Source records:
________

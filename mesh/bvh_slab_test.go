package mesh

import (
	"math"
	"math/rand/v2"
	"testing"

	"github.com/go-gl/mathgl/mgl64"
)

// TestSlabsKeepClosestExact: with the slabs added, every closest point is the one found without
// them and the one a scan over all triangles finds (the slabs only prune, never answer), on a
// tube from inside and outside and on a sphere, for points near, far and on the axis.
func TestSlabsKeepClosestExact(t *testing.T) {
	rng := rand.New(rand.NewPCG(3, 4))
	for _, m := range []*Mesh{shapeCylinder(1.5, 10, 96, 60), shapeCanalLike(48, 80), shapeUVSphere(2, 40, 20)} {
		plain, slab := NewBVH(m), NewBVH(m)
		slab.AddSlabs()
		lo, hi := m.Bounds()
		for k := 0; k < 400; k++ {
			var p mgl64.Vec3
			for i := range p {
				p[i] = lo[i] + (hi[i]-lo[i])*(1.4*rng.Float64()-0.2)
			}
			if k%5 == 0 { // on the axis of the tube, where every wall point is nearly as near
				p[0], p[1] = 0, 0
			}
			_, _, d0 := plain.Closest(p)
			_, _, d1 := slab.Closest(p)
			brute := math.Inf(1)
			for tr := range m.Triangles {
				a, b, c := m.Corners(tr)
				brute = math.Min(brute, closestOnTriangle(p, a, b, c).Sub(p).Len())
			}
			if math.Abs(d1-brute) > 1e-12 || math.Abs(d0-brute) > 1e-12 {
				t.Fatalf("point %v: closest %.15g with slabs, %.15g without, %.15g over all triangles", p, d1, d0, brute)
			}
		}
	}
}
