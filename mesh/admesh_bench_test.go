package mesh

import (
	"context"
	"math/rand/v2"
	"os"
	"os/exec"
	"path/filepath"
	"sync"
	"testing"
)

var loadBenchTriangles int

// loadBenchFiles writes a closed canal-like tube of 1,025,020 triangles as binary STL twice:
// in the order the tube is built (neighbours close together, as most exporters write) and
// with the triangles shuffled (as some segmentation tools write them).
var loadBenchFiles = sync.OnceValues(func() (ordered, scattered string) {
	m := shapeCanalLike(512, 1000)
	loadBenchTriangles = len(m.Triangles)
	// One folder reused by every run, so runs do not pile up 100 MB each.
	dir := filepath.Join(os.TempDir(), "tapersweep-loadbench")
	if err := os.MkdirAll(dir, 0o755); err != nil {
		panic(err)
	}
	ordered = filepath.Join(dir, "ordered.stl")
	scattered = filepath.Join(dir, "scattered.stl")
	writeWhole(ordered, m)
	rng := rand.New(rand.NewPCG(7, 7))
	rng.Shuffle(len(m.Triangles), func(i, j int) { m.Triangles[i], m.Triangles[j] = m.Triangles[j], m.Triangles[i] })
	writeWhole(scattered, m)
	return ordered, scattered
})

// writeWhole writes beside path and renames, so another benchmark process reading the shared
// file meanwhile never sees it half written.
func writeWhole(path string, m *Mesh) {
	f, err := os.CreateTemp(filepath.Dir(path), ".part-*")
	if err != nil {
		panic(err)
	}
	f.Close()
	if err := WriteSTLFile(f.Name(), m); err != nil {
		os.Remove(f.Name())
		panic(err)
	}
	if err := os.Rename(f.Name(), path); err != nil {
		os.Remove(f.Name())
		panic(err)
	}
}

// BenchmarkLoadVsAdmesh reads, welds and checks the same 1M-triangle binary STL as admesh
// (Debian package admesh, run as `admesh FILE`: read, match edges, check) in one run, in both
// triangle orders; compare the MB/s lines. Target: at least twice admesh's rate, and the
// scattered file no slower than the ordered one. Skips without admesh except under CI.
// Each line also reports cpu-ms/op, the CPU time of the load (all its goroutines) or of the
// admesh process: on a shared machine, where the wall clock counts waits for a core, compare
// those (admesh uses one core; the load may use two).
//
//	go test ./mesh -run XXX -bench LoadVsAdmesh -benchtime 3x
func BenchmarkLoadVsAdmesh(b *testing.B) {
	bin := admeshPath(b)
	ordered, scattered := loadBenchFiles()
	st, err := os.Stat(ordered)
	if err != nil {
		b.Fatal(err)
	}
	for _, f := range []struct{ name, path string }{{"ordered", ordered}, {"scattered", scattered}} {
		b.Run("tapersweep/"+f.name, func(b *testing.B) {
			b.SetBytes(st.Size())
			cpu0 := cpuTime(cpuSelf)
			for b.Loop() {
				m, _, err := LoadFile(context.Background(), f.path, LoadOptions{})
				if err != nil || len(m.Triangles) != loadBenchTriangles {
					b.Fatal(err)
				}
			}
			b.ReportMetric(float64(cpuTime(cpuSelf)-cpu0)/1e6/float64(b.N), "cpu-ms/op")
		})
		b.Run("admesh/"+f.name, func(b *testing.B) {
			b.SetBytes(st.Size())
			cpu0 := cpuTime(cpuChildren)
			for b.Loop() {
				if out, err := exec.Command(bin, f.path).CombinedOutput(); err != nil {
					b.Fatalf("%v\n%s", err, out)
				}
			}
			b.ReportMetric(float64(cpuTime(cpuChildren)-cpu0)/1e6/float64(b.N), "cpu-ms/op")
		})
	}
}
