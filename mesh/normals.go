package mesh

import "github.com/go-gl/mathgl/mgl64"

// FaceNormal returns the unit normal of triangle t by the right-hand rule over its corner
// order (outward for a correctly oriented closed mesh); zero for a zero-area triangle.
func FaceNormal(m *Mesh, t int) mgl64.Vec3 {
	a, b, c := m.Corners(t)
	n := b.Sub(a).Cross(c.Sub(a))
	if l := n.Len(); l > 0 {
		return n.Mul(1 / l)
	}
	return mgl64.Vec3{}
}

// VertexNormals returns one unit normal per vertex: the area-weighted mean of the normals of
// the triangles around it (the unnormalised cross product already carries twice the area).
// A vertex used by no triangle of non-zero area gets the zero vector.
func VertexNormals(m *Mesh) []mgl64.Vec3 {
	out := make([]mgl64.Vec3, len(m.Vertices))
	nv := int32(len(m.Vertices))
	for t, tri := range m.Triangles {
		if !triInRange(tri, nv) {
			continue
		}
		a, b, c := m.Corners(t)
		n := b.Sub(a).Cross(c.Sub(a))
		for _, v := range tri {
			out[v] = out[v].Add(n)
		}
	}
	for i, n := range out {
		if l := n.Len(); l > 0 {
			out[i] = n.Mul(1 / l)
		}
	}
	return out
}

// OrientConsistently turns triangles over so that every two triangles sharing an edge run it
// in opposite directions (one orientation per shell), then turns a whole shell over when it
// encloses a negative volume, so normals face out. It returns how many triangles were turned.
//
// A surface with mixed winding encloses almost no signed volume; everything sized from the
// volume (the voxel of the centerline search is 2V/A / 8) then comes out tiny, and the search
// runs over up to 46 times as many voxels. Edges shared by more than two triangles link
// nothing; a shell that cannot be oriented (a one-sided strip) keeps what the walk gives.
func OrientConsistently(m *Mesh) int {
	nt := len(m.Triangles)
	if nt == 0 {
		return 0
	}
	start, entries, tris := halfEdges(m, true)
	// nb[3t+k]: the triangle across edge k of t, << 1 | 1 when both run that edge the same way;
	// -1 when the edge is a border or shared by more than two.
	nb := make([]int32, 3*nt)
	for i := range nb {
		nb[i] = -1
	}
	for v := range len(start) - 1 {
		e, tr := entries[start[v]:start[v+1]], tris[start[v]:start[v+1]]
		// Insertion sort by other vertex, carrying the triangles (buckets are small).
		for i := 1; i < len(e); i++ {
			for j := i; j > 0 && e[j-1] > e[j]; j-- {
				e[j-1], e[j] = e[j], e[j-1]
				tr[j-1], tr[j] = tr[j], tr[j-1]
			}
		}
		for i := 0; i < len(e); {
			j := i + 1
			for j < len(e) && e[j]>>1 == e[i]>>1 {
				j++
			}
			if j-i == 2 {
				same := int32(0)
				if e[i]&1 == e[i+1]&1 {
					same = 1
				}
				ta, tb := tr[i]>>2, tr[i+1]>>2
				nb[3*ta+tr[i]&3] = tb<<1 | same
				nb[3*tb+tr[i+1]&3] = ta<<1 | same
			}
			i = j
		}
	}
	lo, hi := m.Bounds()
	ref := lo.Add(hi).Mul(0.5)
	flip := make([]bool, nt)
	seen := make([]bool, nt)
	nv := int32(len(m.Vertices))
	var comp []int32
	for s := range nt {
		if seen[s] || !triInRange(m.Triangles[s], nv) {
			continue
		}
		// Walk the shell from its first triangle, which keeps its winding.
		seen[s] = true
		comp = append(comp[:0], int32(s))
		for q := 0; q < len(comp); q++ {
			t := comp[q]
			for k := range int32(3) {
				x := nb[3*t+k]
				if x < 0 {
					continue
				}
				if u := x >> 1; !seen[u] {
					seen[u] = true
					flip[u] = flip[t] != (x&1 == 1)
					comp = append(comp, u)
				}
			}
		}
		vol := 0.0
		for _, t := range comp {
			a, b, c := m.Corners(int(t))
			v := a.Sub(ref).Dot(b.Sub(ref).Cross(c.Sub(ref)))
			if flip[t] {
				v = -v
			}
			vol += v
		}
		if vol < 0 {
			for _, t := range comp {
				flip[t] = !flip[t]
			}
		}
	}
	turned := 0
	for t, f := range flip {
		if f {
			m.Triangles[t][1], m.Triangles[t][2] = m.Triangles[t][2], m.Triangles[t][1]
			turned++
		}
	}
	return turned
}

________

▶ _Goal of the exercise_: Copy all lines of the records that have the string "filepath" in them.

▶ _Task output_:
	"path/filepath"
	dir := filepath.Join(os.TempDir(), "tapersweep-loadbench")
	ordered = filepath.Join(dir, "ordered.stl")
	scattered = filepath.Join(dir, "scattered.stl")
	f, err := os.CreateTemp(filepath.Dir(path), ".part-*")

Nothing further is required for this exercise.